(HOW TO COMPLETE THIS TASK) Retype exactly the lines that run from the start of the data to the line holding "IN, OUT = (8, 6), (5, 7)", including both, and only those.

(DATASET)
****
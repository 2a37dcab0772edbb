"""Operators from users' objects: matrices, scipy operators, torch sparse tensors, function pairs."""

from __future__ import annotations

import numpy as np
import pytest
import scipy.sparse
import scipy.sparse.linalg
import torch

import pnpguard as pg
from pnpguard.guarantee import DEFAULT_MARGIN

from .helpers import assert_close

IN, OUT = (8, 6), (5, 7)


def _signed_sparse(seed: int = 0) -> scipy.sparse.csr_matrix:
    rng = np.random.default_rng(seed)
    return scipy.sparse.random(35, 48, density=0.15, random_state=rng, data_rvs=rng.standard_normal).tocsr()


def _nonnegative_sparse(seed: int = 1) -> scipy.sparse.csr_matrix:
    return scipy.sparse.random(35, 48, density=0.15, random_state=seed).tocsr()


def _torch_coo(matrix: scipy.sparse.csr_matrix) -> torch.Tensor:
    coo = matrix.tocoo()
    return torch.sparse_coo_tensor(np.vstack([coo.row, coo.col]), coo.data, coo.shape, check_invariants=True)


def _builders():
    """(label, build(matrix) -> operator) for every accepted kind of object."""
    return [
        ("dense", lambda m: pg.as_operator(m.toarray(), IN, OUT)),
        ("scipy csr_matrix", lambda m: pg.as_operator(m, IN, OUT)),
        ("scipy csr_array", lambda m: pg.as_operator(scipy.sparse.csr_array(m), IN, OUT)),
        ("scipy coo_array", lambda m: pg.as_operator(scipy.sparse.coo_array(m), IN, OUT)),
        ("torch coo", lambda m: pg.as_operator(_torch_coo(m), IN, OUT)),
        ("torch csr", lambda m: pg.as_operator(_torch_coo(m).to_sparse_csr(), IN, OUT)),
        ("scipy LinearOperator", lambda m: pg.as_operator(scipy.sparse.linalg.aslinearoperator(m), IN, OUT)),
        (
            "numpy functions",
            lambda m: pg.as_operator(
                lambda x: (m @ x.ravel()).reshape(OUT), IN, OUT, adjoint=lambda y: (m.T @ y.ravel()).reshape(IN)
            ),
        ),
        (
            "torch functions",
            lambda m: pg.as_operator(
                lambda x: (x.reshape(-1, 48) @ torch.from_numpy(m.toarray().T).to(x.dtype)).reshape(*x.shape[:-2], *OUT),
                IN,
                OUT,
                adjoint=lambda y: (y.reshape(-1, 35) @ torch.from_numpy(m.toarray()).to(y.dtype)).reshape(
                    *y.shape[:-2], *IN
                ),
                backend="torch",
            ),
        ),
    ]


@pytest.mark.parametrize("label,build", _builders(), ids=[label for label, _ in _builders()])
@pytest.mark.parametrize("dtype", [np.float32, np.float64])
def test_products_match_scipy_and_keep_the_array_kind(label, build, dtype):
    matrix = _signed_sparse()
    op = build(matrix)
    rng = np.random.default_rng(3)
    x = rng.standard_normal((2, 3, *IN)).astype(dtype)
    y = rng.standard_normal((2, 3, *OUT)).astype(dtype)
    x_before, y_before = x.copy(), y.copy()
    forward, adjoint = op.forward(x), op.adjoint(y)
    assert isinstance(forward, np.ndarray) and forward.dtype == dtype and forward.shape == (2, 3, *OUT)
    rtol = 1e-5 if dtype == np.float32 else 1e-12
    # Reference: scipy.sparse's own products on the row-major flattened images.
    expected_forward = (matrix @ x.reshape(6, -1).astype(np.float64).T).T.reshape(2, 3, *OUT)
    expected_adjoint = (matrix.T @ y.reshape(6, -1).astype(np.float64).T).T.reshape(2, 3, *IN)
    assert_close(forward, expected_forward, rtol=rtol, atol=rtol * 10, what=f"{label} forward")
    assert_close(adjoint, expected_adjoint, rtol=rtol, atol=rtol * 10, what=f"{label} adjoint")
    np.testing.assert_array_equal(x, x_before)
    np.testing.assert_array_equal(y, y_before)
    tensor = op.forward(torch.from_numpy(x[0, 0]))
    assert isinstance(tensor, torch.Tensor) and tensor.dtype == torch.from_numpy(x).dtype
    assert_close(tensor.numpy(), expected_forward[0, 0], rtol=rtol, atol=rtol * 10, what=f"{label} torch")


@pytest.mark.parametrize("label,build", _builders(), ids=[label for label, _ in _builders()])
def test_norm_against_the_dense_svd(label, build):
    for matrix in (_signed_sparse(), _nonnegative_sparse()):
        op = build(matrix)
        largest = np.linalg.svd(matrix.toarray(), compute_uv=False)[0]  # reference: numpy.linalg.svd
        bound = op.norm_bound()
        assert abs(op.norm() - largest) <= 1e-5 * largest, label
        if bound.certified:
            assert largest <= bound.value <= largest * (1 + 1e-4), label
        else:
            assert bound.basis == "estimated" and "power-iteration" in bound.method
            assert abs(bound.value - largest) <= 1e-5 * largest


def test_what_the_norm_rests_on():
    signed, nonnegative = _signed_sparse(), _nonnegative_sparse()
    assert pg.as_operator(signed, IN, OUT).norm_bound().basis == "estimated"
    assert "Collatz-Wielandt" in pg.as_operator(nonnegative, IN, OUT).norm_bound().method
    assert "Gram matrix" in pg.as_operator(signed.toarray(), IN, OUT).norm_bound().method
    functions = pg.as_operator(
        lambda x: (nonnegative @ x.ravel()).reshape(OUT), IN, OUT,
        adjoint=lambda y: (nonnegative.T @ y.ravel()).reshape(IN),
    )
    assert functions.norm_bound().basis == "estimated"  # nothing known of a function's entries


def test_orthogonal_structure_gives_the_exact_norm():
    # A signed selection with weights (one nonzero per row): A^T A is diagonal, so the norm
    # is the largest column norm (analytic); a row-binning matrix (one nonzero per column)
    # has A A^T diagonal and the largest row norm.
    rng = np.random.default_rng(0)
    picked = rng.choice(48, size=35, replace=False)
    weights = rng.standard_normal(35)
    selection = scipy.sparse.csr_matrix((weights, (np.arange(35), picked)), shape=(35, 48))
    bound = pg.as_operator(selection, IN, OUT).norm_bound()
    assert bound.method == "exact (from the operator's structure)"
    assert_close(bound.value, np.abs(weights).max(), rtol=1e-11, what="selection norm")
    binning = scipy.sparse.csr_matrix((-np.ones(48), (np.arange(48) // 2, np.arange(48))), shape=(24, 48))
    bound = pg.as_operator(binning, IN, (4, 6)).norm_bound()
    assert bound.certified
    assert_close(bound.value, np.sqrt(2.0), rtol=1e-11, what="binning norm")


def test_a_wrong_adjoint_is_refused_with_the_measured_error():
    matrix = _signed_sparse().toarray()
    with pytest.raises(ValueError, match=r"differ by a relative 0\.\d+.*transposition.*centring.*layout"):
        pg.as_operator(
            lambda x: (matrix @ x.ravel()).reshape(OUT), IN, OUT,
            adjoint=lambda y: (matrix.T @ y.ravel()).reshape(IN[::-1]).T,  # column-major by mistake
        )
    square = np.random.default_rng(0).standard_normal((36, 36))
    with pytest.raises(ValueError, match="adjoint does not match"):
        pg.as_operator(lambda x: (square @ x.ravel()).reshape(6, 6), (6, 6), (6, 6),
                       adjoint=lambda y: (square @ y.ravel()).reshape(6, 6))  # not transposed


def test_a_claimed_norm_is_a_claim_and_a_false_one_is_refused():
    matrix = _signed_sparse()
    largest = np.linalg.svd(matrix.toarray(), compute_uv=False)[0]  # reference: numpy.linalg.svd
    op = pg.as_operator(matrix, IN, OUT, norm=1.5 * largest)
    bound = op.norm_bound()
    assert bound.basis == "claimed" and not bound.certified and bound.value == 1.5 * largest
    assert "claimed by the user" in bound.method
    with pytest.raises(ValueError, match="`norm` claims"):
        pg.as_operator(matrix, IN, OUT, norm=0.9 * largest)


@pytest.mark.parametrize(
    "call, error, pattern",
    [
        (lambda: pg.as_operator(np.ones((35, 47)), IN, OUT), ValueError, r"`matrix` has shape \(35, 47\).*\(35, 48\)"),
        (lambda: pg.as_operator(scipy.sparse.eye(48, format="csr"), IN, OUT), ValueError, "`matrix` has shape"),
        (lambda: pg.as_operator(np.full((35, 48), np.nan), IN, OUT), ValueError, "`matrix` has 1680 non-finite"),
        (
            lambda: pg.as_operator(scipy.sparse.csr_matrix(([np.inf], ([0], [0])), shape=(35, 48)), IN, OUT),
            ValueError,
            "`matrix` has 1 non-finite",
        ),
        (lambda: pg.as_operator(np.ones((35, 48), dtype=complex), IN, OUT), TypeError, "real numbers"),
        (lambda: pg.as_operator("A.npy", IN, OUT), TypeError, "`matrix` must be"),
        (lambda: pg.as_operator(lambda x: x, IN, IN), ValueError, "needs its adjoint"),
        (
            lambda: pg.as_operator(scipy.sparse.linalg.LinearOperator((48, 48), matvec=lambda v: v), IN, IN),
            ValueError,
            "has no adjoint",
        ),
        (lambda: pg.as_operator(np.ones((35, 48)), (8, 6.0), OUT), TypeError, "`in_shape`"),
        (lambda: pg.as_operator(np.ones((35, 48)), IN, OUT, norm=-1.0), ValueError, "`norm`"),
        (lambda: pg.as_operator(np.ones((35, 48)), IN, OUT, backend="torch"), ValueError, "`backend`"),
        (
            lambda: pg.as_operator(lambda x: x, IN, IN, adjoint=lambda y: y, backend="jax"),
            ValueError,
            "unknown `backend`",
        ),
        (
            lambda: pg.as_operator(lambda x: x[:-1], IN, IN, adjoint=lambda y: y),
            ValueError,
            r"forward function returned shape \(7, 6\)",
        ),
    ],
)
def test_bad_input_names_the_argument(call, error, pattern):
    with pytest.raises(error, match=pattern):
        call()


def _proved_report(fidelity):
    return pg.check_denoiser(pg.WaveletShrinkage(sigma=0.02), fidelity.start_image())


def test_guarantee_says_what_the_norm_rests_on():
    rng = np.random.default_rng(0)
    matrix = scipy.sparse.random(120, 256, density=0.05, random_state=rng, data_rvs=rng.standard_normal).tocsr()
    image, data_shape = (16, 16), (10, 12)
    data = (matrix @ pg.phantoms.cells(16, seed=0).ravel()).reshape(data_shape)
    certified = pg.LeastSquares(pg.as_operator(matrix.toarray(), image, data_shape), data, sigma=0.1)
    estimated = pg.LeastSquares(pg.as_operator(matrix, image, data_shape), data, sigma=0.1)
    dense = matrix.toarray()
    claimed_norm = 1.2 * np.sqrt(np.linalg.eigvalsh(dense @ dense.T)[-1])  # reference: numpy.linalg.eigvalsh
    claimed = pg.LeastSquares(pg.as_operator(matrix, image, data_shape, norm=claimed_norm), data, sigma=0.1)
    report = _proved_report(certified)
    assert report.verdict == "proved"

    proved = pg.admissible("forward_backward", certified, report)
    assert proved.status == "proved"

    from_estimate = pg.admissible("forward_backward", estimated, report)
    assert from_estimate.status == "conditional"
    # The estimated L is inflated by the margin, as estimated denoiser constants are.
    assert_close(from_estimate.lipschitz, estimated.lipschitz * (1 + DEFAULT_MARGIN), rtol=1e-12, what="L")
    assert any("power-iteration estimate" in text and "not a proof" in text for text in from_estimate.assumptions)

    from_claim = pg.admissible("forward_backward", claimed, report)
    assert from_claim.status == "conditional"
    assert_close(from_claim.lipschitz, claimed_norm**2 / 0.01, rtol=1e-12, what="claimed L")
    assert any("claimed: not verified" in text for text in from_claim.assumptions)
    assert "CONDITIONAL" in str(from_claim)

    run = pg.forward_backward(estimated, pg.WaveletShrinkage(sigma=0.02), max_iter=5)
    assert run.guarantee.status == "conditional"


@pytest.mark.parametrize("shape", [(35, 48), (48, 35)])
def test_the_dense_gram_bound_is_above_the_svd_and_tight(shape):
    rng = np.random.default_rng(4)
    matrix = rng.standard_normal(shape) * np.logspace(0, 6, shape[1])  # columns of very different sizes
    largest = np.linalg.svd(matrix, compute_uv=False)[0]  # reference: numpy.linalg.svd
    bound = pg.as_operator(matrix, (shape[1], 1), (shape[0], 1)).norm_bound()
    assert bound.certified and largest <= bound.value <= largest * (1 + 1e-9)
****
(RESULT)
repository 2a37dcab0772edbb
"""Operators from users' objects: matrices, scipy operators, torch sparse tensors, function pairs."""

from __future__ import annotations

import numpy as np
import pytest
import scipy.sparse
import scipy.sparse.linalg
import torch

import pnpguard as pg
from pnpguard.guarantee import DEFAULT_MARGIN

from .helpers import assert_close

IN, OUT = (8, 6), (5, 7)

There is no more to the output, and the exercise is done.